> _What you should do_
Word for word, give every line of the listing again.

> _Excerpted data_
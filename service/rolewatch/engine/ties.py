"""Tie-level counts of one window: each account's counterparts by direction and novelty.

A role mixture is scale-free (its rows sum to one), so an account that suddenly writes to
sixty strangers keeps the *shape* of its features and barely moves its mixture. What
changes is at the level of its ties: how many of its counterparts it never dealt with
before, in which direction, and whether they answer. This module counts, per account and
window, its distinct counterparts in four cells:

* ``out_known`` / ``out_new``: accounts it sent to, already known / new to it;
* ``in_known`` / ``in_new``: accounts it received from, already known / new to it;

"new" meaning the pair never interacted, in either direction, in any earlier window of
the account's known history (:class:`rolewatch.engine.pairs.KnownPairs`). A counterpart
it both sent to and received from counts in both directions.

Pure: arrays in, arrays out; vectorised with scipy.sparse.
"""

from __future__ import annotations

from dataclasses import dataclass

import numpy as np
import scipy.sparse as sp

from rolewatch.engine.pairs import PairHistory, pair_keys
from rolewatch.engine.snapshot import Snapshot

__all__ = ["TIE_CELLS", "TieCounts", "tie_counts"]

TIE_CELLS = ("out_known", "out_new", "in_known", "in_new")


@dataclass(frozen=True)
class TieCounts:
    """One window's tie cells per node, in the snapshot's node order.

    Attributes
    ----------
    cells : ndarray of int64, shape (n, 4)
        Distinct counterparts in the cells of :data:`TIE_CELLS`.
    counterparts : ndarray of int64, shape (n,)
        Distinct counterparts in either direction.
    new_counterparts : ndarray of int64, shape (n,)
        Of those, the ones new to the account over its known history.
    new_pairs : ndarray of uint64
        Keys of the window's pairs that were not known before it, sorted: what the
        known-pair history keeps of this window.
    """

    cells: np.ndarray
    counterparts: np.ndarray
    new_counterparts: np.ndarray
    new_pairs: np.ndarray


def tie_counts(snapshot: Snapshot, known: PairHistory) -> TieCounts:
    """Count every node's counterparts by direction and by novelty against ``known``.

    Parameters
    ----------
    snapshot : Snapshot
        The window.
    known : PairHistory
        Every pair that interacted in an earlier window (:class:`~rolewatch.engine.pairs.
        KnownPairs`; empty: every counterpart is new).

    Returns
    -------
    TieCounts
    """
    n = snapshot.n_nodes
    pattern = snapshot.counts.tocoo()
    node_keys = snapshot.node_keys
    keys = pair_keys(node_keys[pattern.row], node_keys[pattern.col])
    is_known = known.contains(keys)
    cells = np.zeros((n, 4), dtype=np.int64)
    cells[:, 0] = np.bincount(pattern.row[is_known], minlength=n)
    cells[:, 1] = np.bincount(pattern.row[~is_known], minlength=n)
    cells[:, 2] = np.bincount(pattern.col[is_known], minlength=n)
    cells[:, 3] = np.bincount(pattern.col[~is_known], minlength=n)
    # either direction, each counterpart once: the symmetrised pattern, and its known part
    ones = np.ones(len(keys), dtype=np.int8)
    anyway = sp.coo_matrix((ones, (pattern.row, pattern.col)), shape=(n, n)).tocsr()
    anyway = (anyway + anyway.T).tocsr()
    before = sp.coo_matrix(
        (ones[is_known], (pattern.row[is_known], pattern.col[is_known])), shape=(n, n)
    ).tocsr()
    before = (before + before.T).tocsr()
    counterparts = np.diff(anyway.indptr).astype(np.int64)
    new_counterparts = counterparts - np.diff(before.indptr).astype(np.int64)
    return TieCounts(
        cells=cells,
        counterparts=counterparts,
        new_counterparts=new_counterparts,
        new_pairs=known.new_keys(keys),
    )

> _Answer below_
filename service/rolewatch/engine/ties.py
"""Tie-level counts of one window: each account's counterparts by direction and novelty.

A role mixture is scale-free (its rows sum to one), so an account that suddenly writes to
sixty strangers keeps the *shape* of its features and barely moves its mixture. What
changes is at the level of its ties: how many of its counterparts it never dealt with
before, in which direction, and whether they answer. This module counts, per account and
window, its distinct counterparts in four cells:

* ``out_known`` / ``out_new``: accounts it sent to, already known / new to it;
* ``in_known`` / ``in_new``: accounts it received from, already known / new to it;

"new" meaning the pair never interacted, in either direction, in any earlier window of
the account's known history (:class:`rolewatch.engine.pairs.KnownPairs`). A counterpart
it both sent to and received from counts in both directions.

Pure: arrays in, arrays out; vectorised with scipy.sparse.
"""

from __future__ import annotations

from dataclasses import dataclass

import numpy as np
import scipy.sparse as sp

from rolewatch.engine.pairs import PairHistory, pair_keys
from rolewatch.engine.snapshot import Snapshot

__all__ = ["TIE_CELLS", "TieCounts", "tie_counts"]

TIE_CELLS = ("out_known", "out_new", "in_known", "in_new")


@dataclass(frozen=True)
class TieCounts:
    """One window's tie cells per node, in the snapshot's node order.

    Attributes
    ----------
    cells : ndarray of int64, shape (n, 4)
        Distinct counterparts in the cells of :data:`TIE_CELLS`.
    counterparts : ndarray of int64, shape (n,)
        Distinct counterparts in either direction.
    new_counterparts : ndarray of int64, shape (n,)
        Of those, the ones new to the account over its known history.
    new_pairs : ndarray of uint64
        Keys of the window's pairs that were not known before it, sorted: what the
        known-pair history keeps of this window.
    """

    cells: np.ndarray
    counterparts: np.ndarray
    new_counterparts: np.ndarray
    new_pairs: np.ndarray


def tie_counts(snapshot: Snapshot, known: PairHistory) -> TieCounts:
    """Count every node's counterparts by direction and by novelty against ``known``.

    Parameters
    ----------
    snapshot : Snapshot
        The window.
    known : PairHistory
        Every pair that interacted in an earlier window (:class:`~rolewatch.engine.pairs.
        KnownPairs`; empty: every counterpart is new).

    Returns
    -------
    TieCounts
    """
    n = snapshot.n_nodes
    pattern = snapshot.counts.tocoo()
    node_keys = snapshot.node_keys
    keys = pair_keys(node_keys[pattern.row], node_keys[pattern.col])
    is_known = known.contains(keys)
    cells = np.zeros((n, 4), dtype=np.int64)
    cells[:, 0] = np.bincount(pattern.row[is_known], minlength=n)
    cells[:, 1] = np.bincount(pattern.row[~is_known], minlength=n)
    cells[:, 2] = np.bincount(pattern.col[is_known], minlength=n)
    cells[:, 3] = np.bincount(pattern.col[~is_known], minlength=n)
    # either direction, each counterpart once: the symmetrised pattern, and its known part
    ones = np.ones(len(keys), dtype=np.int8)
    anyway = sp.coo_matrix((ones, (pattern.row, pattern.col)), shape=(n, n)).tocsr()
    anyway = (anyway + anyway.T).tocsr()
    before = sp.coo_matrix(
        (ones[is_known], (pattern.row[is_known], pattern.col[is_known])), shape=(n, n)
    ).tocsr()
    before = (before + before.T).tocsr()
    counterparts = np.diff(anyway.indptr).astype(np.int64)
    new_counterparts = counterparts - np.diff(before.indptr).astype(np.int64)
    return TieCounts(
        cells=cells,
        counterparts=counterparts,
        new_counterparts=new_counterparts,
        new_pairs=known.new_keys(keys),
    )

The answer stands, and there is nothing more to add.